* **Task brief**:
Where does the string "EXTENSIONS" appear in the records? Copy each line that holds it.

* **Given records**:
@_friendly_arguments
def load(
    path: str | os.PathLike,
    *,
    fs: float | None = None,
    time_column: str | int | bool | None = None,
    channels: Sequence[str | int] | str | int | None = None,
    unit: str | Sequence[str] | None = None,
    on_gap: str = "error",
    max_jitter: float = DEFAULT_MAX_JITTER,
    format: str | None = None,
    key: str | None = None,
    axis: int = -1,
    delimiter: str | None = None,
    decimal: str | None = None,
    comment: str | None = None,
    skip_rows: int = 0,
    fs_attribute: str | None = None,
    dtype: Any = None,
    n_channels: int = 1,
    interleaved: bool = True,
    offset: int = 0,
    lazy: Any = False,
) -> Signal:
    """Load a recording from a file into a :class:`Signal`.

    The format follows the extension (``.csv .tsv .txt``, ``.npy``, ``.npz``, ``.wav``,
    ``.h5 .hdf5 .hdf``, ``.bin .raw``) or ``format=``.  Nothing is guessed silently:
    what was detected (delimiter, header, the time column, the rate and its jitter, the
    PCM scaling) is written into ``Signal.source``, and anything doubtful is an
    :class:`~specbench.InputError` that names the file, the place and the fix.

    Parameters
    ----------
    path : str or path-like
        The file.
    fs : float, optional
        Sample rate in Hz.  Required for raw binary, NPY/NPZ without a time array and
        text files without a time column.  With a time column it is checked against the
        timestamps (they must fit its grid within ``max_jitter``); for WAV and HDF5 it
        must agree with the rate stored in the file.
    time_column : str, int or False, optional
        Text files: the column of timestamps, by name (with or without its bracketed
        unit) or position.  By default a column named like ``t``, ``time``,
        ``timestamp`` or ``time_ms`` (any case; ``"Time [ms]"`` too) is used when the file
        has a header.  Timestamps are numbers in seconds (or the unit in the header:
        ``s ms us ns min h``) or ISO 8601 date-times.  ``False``: no time column.  NPZ:
        the name of the time array; HDF5: the path of a time dataset.
    channels : sequence of str or int, optional
        The channels to keep, by name or position (default all).  Unnamed channels are
        ``"ch0"``, ``"ch1"``, ...
    unit : str or sequence of str, optional
        Physical unit, shared or one per channel.  Default: from the header brackets
        (``"accel [m/s^2]"``), the HDF5 ``unit`` attribute, ``"FS"`` (full scale) for
        integer WAV, else ``""``.
    on_gap : {"error", "fill"}
        ``"error"`` (default): a gap in the timestamps or a non-finite cell is an error
        naming the largest gap or the first cells.  ``"fill"``: a gap becomes NaN samples at
        the missing positions of the sample grid (nothing is dropped or shifted) and
        non-finite cells are kept; ``source`` states how many.  Estimators then raise on
        the NaNs unless told to skip them (``sb.Welch(gaps="skip")``).
    max_jitter : float
        Largest accepted deviation of a timestamp from the fitted uniform grid, as a
        fraction of the sample interval (default 0.25; must be below 0.5).
    format : {"csv", "npy", "npz", "wav", "hdf5", "raw"}, optional
        Overrides the extension.
    key : str, optional
        NPZ: the array name; HDF5: the dataset path (``"/run1/accel"``).  Needed when the
        file holds several.
    axis : int
        NPY/NPZ/HDF5 2-D arrays: the axis of samples, ``-1`` (default, shape (channels,
        samples)) or ``0`` (shape (samples, channels)).  An array with more channels than
        samples is refused as probably transposed.
    delimiter, decimal, comment : str, optional
        Text files: override the detected delimiter (``","``, ``";"``, ``"\\t"``, ``" "``
        for runs of spaces), decimal mark (``"."`` or ``","``) and comment prefix.
        A file of one number per line written with a decimal comma (``0,125``) is read
        as one column; when its lines could also be two columns of integers (``12,5``)
        and nothing tells which, the load is refused: give ``decimal=","`` or
        ``delimiter=","``.
    skip_rows : int
        Text files: lines at the top not to read (metadata above the header), default 0.
        A line is taken for the header or units row only when no cell of it is a number.
    fs_attribute : str, optional
        HDF5: the attribute holding the rate in Hz.  By default the dataset and then its
        groups are searched for ``fs``, ``sample_rate``, ``sampling_rate``,
        ``sample_rate_hz``, ``samplerate``, ``sampling_frequency`` (Hz) or ``dt``,
        ``sample_interval``, ``sampling_interval`` (s).
    dtype : str or numpy.dtype
        Raw binary: the sample type with its byte order (``"<i2"``, ``"float32"``).
    n_channels : int
        Raw binary: the number of channels (default 1).
    interleaved : bool
        Raw binary: True (default) for frames of one sample per channel; False for one
        channel after another.
    offset : int
        Raw binary: bytes to skip at the start (a header).
    lazy : bool or estimator
        HDF5: open the dataset as a dask array read chunk by chunk when estimated
        (chunked and compressed datasets included), instead of reading it (or memory
        mapping it).  A zarr store (``.zarr`` folder, ``format="zarr"``) is always opened
        this way.  Chunks hold whole channels and about 2**21 samples, a multiple of the
        stored chunk length; pass the estimator (``lazy=sb.Welch(segment_length=4096)``)
        to make them a multiple of its segment step as well.  Needs the ``dask`` extra.

    Returns
    -------
    Signal
        ``data`` of shape (channels, samples).  NPY, raw binary and contiguous HDF5
        datasets are memory maps: opening costs no reading, and estimators stream them
        in blocks, so a file larger than memory can be estimated.  Memory-mapped data is
        not scanned for NaN at load time; the estimators check it as they stream.
        ``origin`` records the path and the keyword arguments given, so that
        ``sb.load(path, **origin["kwargs"])`` repeats the load.

    Notes
    -----
    Text files are parsed with ``pandas.read_csv`` when pandas is installed, else by a
    plain-Python reader; both read numbers exactly (round trip) and report bad lines by
    their line number.  Integer WAV samples are scaled to full scale: 8-bit unsigned as
    (x - 128)/128, 16-bit as x/32768, 24- and 32-bit as x/2**31 (float32 for up to 24
    bits, which is exact, float64 for 32 bits); float WAV data is kept as stored.

    Examples
    --------
    >>> sig = sb.load("run_042.csv")                      # doctest: +SKIP
    >>> sig = sb.load("stand.bin", dtype="<i2", n_channels=4, fs=51200)  # doctest: +SKIP
    """
    given = {k: v for k, v in locals().items() if k != "path"}
    if isinstance(channels, np.ndarray):
        given["channels"] = channels = channels.tolist()
    path = Path(path)
    zarr_store = format == "zarr" or (format is None and path.suffix.lower() == ".zarr")
    if not path.exists():
        what = "zarr store" if zarr_store else "file"
        raise InputError(f"No {what} {str(path)!r} (working directory {os.getcwd()!r}). Check "
                         "the path.")
    if path.is_dir() and not zarr_store:
        raise InputError(f"{str(path)!r} is a folder; pass the path of a file in it.")
    fmt = format if format is not None else EXTENSIONS.get(path.suffix.lower())
    if fmt not in FORMATS:
        known = ", ".join(sorted(EXTENSIONS))
        raise InputError(
            f"{path.name}: " + (f"format={format!r} is unknown" if format is not None else
                                f"the extension {path.suffix!r} is not one specbench reads")
            + f" ({known}). Pass format= with one of {sorted(FORMATS)}."
        )
    reader, options = FORMATS[fmt]
    stray = sorted(k for k, v in given.items()
                   if k not in options | _COMMON | {"format"} and not _is_default(k, v))
    if stray:
        raise InputError(f"{', '.join(stray)} do{'es' if len(stray) == 1 else ''} not apply "
                         f"to {fmt} files ({path.name}). Options for {fmt}: "
                         f"{sorted(options | _COMMON)}.")
    if not zarr_store and path.stat().st_size == 0:
        raise InputError(f"{path.name} is empty (0 bytes). Check that the export or copy "
                         "finished.")
    try:
        rec = reader(path, given)
    except PermissionError as exc:
        raise InputError(f"{path.name} cannot be read: permission denied ({str(path)!r}). Check the "
                         "file's permissions, or copy it to a folder you can read.") from exc
    kwargs = {k: _plain(v) for k, v in given.items() if not _is_default(k, v)}
    origin = {"kind": "load", "path": str(path), "kwargs": kwargs}
    return assemble(rec, fs=fs, unit=unit, on_gap=on_gap, max_jitter=max_jitter, origin=origin,
                    check_shape=fmt in ("npy", "npz", "hdf5"))


def _is_default(name: str, value: Any) -> bool:
    default = _DEFAULTS[name]
    if value is default:
        return True
    return default is not None and type(value) is type(default) and value == default


def _plain(value: Any) -> Any:
    """Keyword values as plain Python (for the code that repeats the load)."""
    if isinstance(value, np.dtype):
        return value.str
    if hasattr(value, "to_dict") and hasattr(value, "replace"):  # lazy=<estimator>: the chunking hint
        return True
    if isinstance(value, type) and issubclass(value, np.generic):
        return np.dtype(value).str
    if isinstance(value, (tuple, list)):
        return [_plain(v) for v in value]
    if isinstance(value, np.generic):
        return value.item()
    return value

* **Output of the exercise**:
    fmt = format if format is not None else EXTENSIONS.get(path.suffix.lower())
        known = ", ".join(sorted(EXTENSIONS))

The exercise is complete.